Wanneer Freya Odin daarop aanspreekt en naar haar juweel vraagt, stelt de god een voorwaarde die van diepe betekenis is: zij moet een strijd ontketenen tussen de twee machtigste koningen van de wereld, een strijd die niet wordt beslist door de overwinning van een van beide maar doordat een ‘christenmens’ uiteindelijk beiden doodt. Deze beschrijving weerspiegelt natuurlijk de houding van een tijdperk toen christelijke missionarissen militant bezig waren de evangeliën van de Vredevorst in de landen van Noord-Europa en in IJsland te verspreiden. Waar het om gaat is echter de eeuwige tegenstelling tussen de krachten van licht en duisternis: er kan geen bestaan zijn en zeker geen vooruitgang zonder de spanning tussen de paren van tegengestelden die het leven kenmerken. Het is een belangrijk filosofisch denkbeeld dat bijna onopgemerkt blijft, en verloren lijkt te gaan tussen de onberekenbare streken van Loki. Als men een visie heeft die veel verder reikt, dan wordt duidelijk dat Freya’s strijd gedurende de hele tijd van het bestaan voortduurt, van tijd tot tijd wat verlicht wanneer nóg een menselijk hart ertoe wordt bewogen om de tegenover elkaar opgestelde legers in zichzelf te overwinnen, en de vrede te verwerven, en te geven, die begrip schenkt. Dit moet extra luister geven aan Freya’s kostbare juweel.


 

Loki steelt het Brisinga-juweel1

Er wordt gezegd dat Loki ontdekte dat Freya het juweel van de dwergen had verkregen. Hij vertelde dit aan Odin. Odin verlangde toen dat Loki hem het juweel zou brengen. Loki maakte hiertegen het bezwaar dat dit niet kon worden verkregen en gaf als reden dat niemand tegen haar wil het huis van Freya kon binnengaan. Odin zei dat hij moest vertrekken en niet mocht terugkeren vóór hij het juweel had bemachtigd. Loki sloop weg en beklaagde zich luid. Hij ging naar Freya’s huis en ontdekte dat het op slot zat; hij probeerde er binnen te gaan maar dat lukte niet. Het was heel koud buiten en hij raakte al snel bevroren. Toen veranderde hij zich in een vlieg en vloog rond naar alle sloten op zoek naar een scheurtje, maar kon nergens een gat vinden dat groot genoeg was om erdoorheen te gaan. Tenslotte bij de nokbalk onder de daksparren vond hij een gat zo klein dat alleen een naald erin paste. Door dit gat ging hij naar binnen. Toen hij eenmaal binnen was, keek hij rond om te zien of er iemand wakker was maar hij constateerde dat iedereen sliep. Hij ging in het bed van Freya en ontdekte dat zij het juweel om haar nek droeg, maar dat het slot naar beneden was gedraaid. Loki veranderde zich in een vlo, ging op haar wang zitten en stak haar, waarna ze wakker werd, zich omdraaide en opnieuw in slaap viel. Loki maakte een eind aan zijn vermomming als vlo, greep het juweel, opende de deur en ging weg, en gaf het juweel aan Odin.

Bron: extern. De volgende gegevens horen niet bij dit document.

import bcrypt from "bcryptjs";

// Cost 10 is bcrypt's common-practice default; raise it when the hardware allows.
const COST = 10;

export const hashPassword = (plain: string) => bcrypt.hash(plain, COST);
export const verifyPassword = (plain: string, hash: string) => bcrypt.compare(plain, hash);
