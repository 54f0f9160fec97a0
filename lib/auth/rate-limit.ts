import { RateLimiterPostgres, RateLimiterRes } from "rate-limiter-flexible";
import { pool } from "@/db";
import { rateLimited } from "@/lib/errors";

const g = globalThis as unknown as { __nmLimiters?: Map<string, RateLimiterPostgres> };

/**
 * Rate limits kept in PostgreSQL (table rate_limits, created by our migrations) so that every web
 * process shares them.
 */
function limiter(name: string, points: number, durationSec: number, blockDurationSec = 0) {
  g.__nmLimiters ??= new Map();
  let l = g.__nmLimiters.get(name);
  if (!l) {
    l = new RateLimiterPostgres({
      storeClient: pool(),
      storeType: "pool",
      tableName: "rate_limits",
      tableCreated: true,
      clearExpiredByTimeout: false,
      keyPrefix: name,
      points,
      duration: durationSec,
      blockDuration: blockDurationSec,
    });
    g.__nmLimiters.set(name, l);
  }
  return l;
}

/** Sign-in: 10 attempts per e-mail and 30 per client address in 15 minutes, then wait. */
export async function consumeSignIn(email: string, ip: string) {
  await consume(limiter("signin-email", 10, 15 * 60), email.toLowerCase(), "Too many sign-in attempts for this account.");
  await consume(limiter("signin-ip", 30, 15 * 60), ip, "Too many sign-in attempts from this address.");
}

/** Station tokens: 120 requests a minute each (a logger posting every minute stays far below). */
export async function consumeToken(tokenId: string) {
  await consume(limiter("token", Number(process.env.TOKEN_RATE_PER_MIN ?? 120), 60), tokenId, "This station token is over its rate limit.");
}

export async function consume(l: RateLimiterPostgres, key: string, message: string) {
  try {
    await l.consume(key);
  } catch (res) {
    if (res instanceof RateLimiterRes) throw rateLimited(Math.max(1, Math.ceil(res.msBeforeNext / 1000)), message);
    throw res;
  }
}

export async function resetSignIn(email: string) {
  await limiter("signin-email", 10, 15 * 60).delete(email.toLowerCase());
}
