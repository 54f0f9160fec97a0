import { and, eq } from "drizzle-orm";
import { getServerSession } from "next-auth";
import { forbidden as pageForbidden, redirect } from "next/navigation";
import { getDb, type Db } from "@/db";
import { siteStewards, users, type Role } from "@/db/schema";
import { forbidden, unauthorized } from "@/lib/errors";
import { authOptions } from "./options";

export type CurrentUser = { id: string; email: string; name: string | null; role: Role };

/** What every lib/ verb receives: who is asking, and the database. */
export type Ctx = { user: CurrentUser | null; db: Db };

/**
 * The signed-in user, read fresh from the database on every request so that a role change,
 * a suspension or "sign out everywhere" takes effect at once.
 */
export async function currentUser(): Promise<CurrentUser | null> {
  const session = await getServerSession(authOptions());
  const s = session?.user as { id?: string; epoch?: number } | undefined;
  if (!s?.id) return null;
  const [u] = await getDb()
    .select({ id: users.id, email: users.email, name: users.name, role: users.role, status: users.status, epoch: users.sessionEpoch })
    .from(users)
    .where(eq(users.id, s.id))
    .limit(1);
  if (!u || u.status !== "active") return null;
  if (typeof s.epoch === "number" && s.epoch !== u.epoch) return null;
  return { id: u.id, email: u.email, name: u.name, role: u.role };
}

export async function context(): Promise<Ctx> {
  return { user: await currentUser(), db: getDb() };
}

/** For route handlers and server actions: throws typed errors (401/403). */
export function requireUser(ctx: Ctx): CurrentUser {
  if (!ctx.user) throw unauthorized("Sign in to do this.");
  return ctx.user;
}

export function requireRole(ctx: Ctx, ...roles: Role[]): CurrentUser {
  const user = requireUser(ctx);
  if (user.role !== "admin" && !roles.includes(user.role)) throw forbidden();
  return user;
}

export async function isSiteSteward(ctx: Ctx, siteId: string): Promise<boolean> {
  const user = ctx.user;
  if (!user) return false;
  if (user.role === "admin") return true;
  if (user.role !== "steward") return false;
  const rows = await ctx.db
    .select({ siteId: siteStewards.siteId })
    .from(siteStewards)
    .where(and(eq(siteStewards.siteId, siteId), eq(siteStewards.userId, user.id)))
    .limit(1);
  return rows.length > 0;
}

export async function requireSiteSteward(ctx: Ctx, siteId: string): Promise<CurrentUser> {
  const user = requireUser(ctx);
  if (!(await isSiteSteward(ctx, siteId))) throw forbidden("Only this site's stewards (or an admin) may do that.");
  return user;
}

/** For pages: signed-out visitors go to sign-in; a wrong role gets the 403 page. */
export async function pageContext(roles?: Role[], next?: string): Promise<Ctx & { user: CurrentUser }> {
  const ctx = await context();
  if (!ctx.user) redirect(`/signin${next ? `?callbackUrl=${encodeURIComponent(next)}` : ""}`);
  if (roles && ctx.user.role !== "admin" && !roles.includes(ctx.user.role)) pageForbidden();
  return ctx as Ctx & { user: CurrentUser };
}
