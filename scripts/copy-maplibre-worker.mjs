#!/usr/bin/env node
// Copies MapLibre's worker bundle into public/ so the client can call
// setWorkerUrl("/maplibre-gl-worker.mjs") (Turbopack cannot bundle the worker itself).
import { copyFileSync, existsSync, mkdirSync, readFileSync, statSync } from "node:fs";
import { dirname, join, resolve } from "node:path";
import { fileURLToPath } from "node:url";

const root = resolve(dirname(fileURLToPath(import.meta.url)), "..");
const src = join(root, "node_modules/maplibre-gl/dist/maplibre-gl-worker.mjs");
const dest = join(root, "public/maplibre-gl-worker.mjs");

if (!existsSync(src)) {
  console.error(`[nightmark] maplibre worker not found at ${src} (run npm ci)`);
  process.exit(1);
}

const same =
  existsSync(dest) &&
  statSync(dest).size === statSync(src).size &&
  readFileSync(dest).equals(readFileSync(src));
if (same) {
  console.log("[nightmark] maplibre worker up to date in public/");
} else {
  mkdirSync(dirname(dest), { recursive: true });
  copyFileSync(src, dest);
  console.log("[nightmark] copied maplibre worker to public/maplibre-gl-worker.mjs");
}
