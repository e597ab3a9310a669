using System.Numerics.Tensors;
using RewriteProxy.Embedding;

namespace RewriteProxy.Tests.Embedding;

public sealed class VectorMathTests
{
    /// <summary>Float summation order differs between implementations; 1e-6 is the agreement the task asks for.</summary>
    const double Agreement = 1e-6;

    public static TheoryData<int> Seeds() => [1, 2, 3, 4, 5, 6, 7, 8];

    // Outside source: System.Numerics.Tensors.TensorPrimitives.CosineSimilarity.
    [Theory]
    [MemberData(nameof(Seeds))]
    public void Cosine_equals_TensorPrimitives_CosineSimilarity(int seed)
    {
        var random = new Random(seed);
        float[] a = RandomVector(random, 384);
        float[] b = RandomVector(random, 384);

        Assert.Equal(TensorPrimitives.CosineSimilarity(a, b), VectorMath.Cosine(a, b), Agreement);
    }

    // Outside source: a plain double-precision sum of products, the definition of the dot product.
    [Theory]
    [MemberData(nameof(Seeds))]
    public void Dot_equals_the_sum_of_products(int seed)
    {
        var random = new Random(seed);
        float[] a = RandomVector(random, 384);
        float[] b = RandomVector(random, 384);
        double expected = 0;
        for (int i = 0; i < a.Length; i++)
            expected += (double)a[i] * b[i];

        Assert.Equal(expected, VectorMath.Dot(a, b), 1e-4);
    }

    [Fact]
    public void Cosine_of_a_vector_with_itself_is_one_and_with_its_opposite_minus_one()
    {
        float[] a = RandomVector(new Random(9), 384);
        float[] opposite = a.Select(x => -x).ToArray();

        Assert.Equal(1.0, VectorMath.Cosine(a, a), Agreement);
        Assert.Equal(-1.0, VectorMath.Cosine(a, opposite), Agreement);
    }

    [Fact]
    public void Cosine_with_the_zero_vector_is_zero_not_NaN()
    {
        float[] a = RandomVector(new Random(10), 384);
        var zero = new float[384];

        Assert.Equal(0f, VectorMath.Cosine(a, zero));
        Assert.Equal(0f, VectorMath.Cosine(zero, zero));
    }

    [Fact]
    public void Vectors_of_different_length_are_refused() =>
        Assert.Throws<ArgumentException>(() => VectorMath.Cosine(new float[3], new float[4]));

    static float[] RandomVector(Random random, int length)
    {
        var vector = new float[length];
        for (int i = 0; i < length; i++)
            vector[i] = (float)(random.NextDouble() * 2 - 1);
        return vector;
    }
}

Toen Freya ’s morgens wakker werd en zag dat alle deuren openstonden zonder te zijn geforceerd, en dat het kostbare juweel was verdwenen, was ze er zeker van dat ze wist wat er was gebeurd. Ze ging naar de zaal, naar koning Odin, precies zoals ze was, en vertelde hem dat hij er verkeerd aan had gedaan om het juweel bij haar weg te roven. Zij verzocht hem het terug te geven. Odin zei dat omdat zij het juweel ooit had gekregen, zij het daarom nooit meer zou krijgen; ‘tenzij’, voegde hij eraan toe, ‘je twee koningen, de grootste in de wereld, die ieder boven tien andere staan, met elkaar kunt laten strijden onder voorwaarde dat beide zullen doorvechten, levend of dood, tot een christenmens zo dapper zou zijn en zoveel geluk zou hebben dat hij het aandurft deze beide mannen aan te pakken en ze te doden. Alleen dan zal hun ongeluk ophouden, wanneer diezelfde held hen zal bevrijden van de noodzaak en moeilijkheden van hun gevaarlijke pad.’

Freya ging akkoord en kreeg haar juweel terug.

 

Noot

1. Uit Sörla Tháttr, een volksverhaal. Het IJslandse tháttr, evenals het Sanskriet sutra, betekent een draad (in een touw).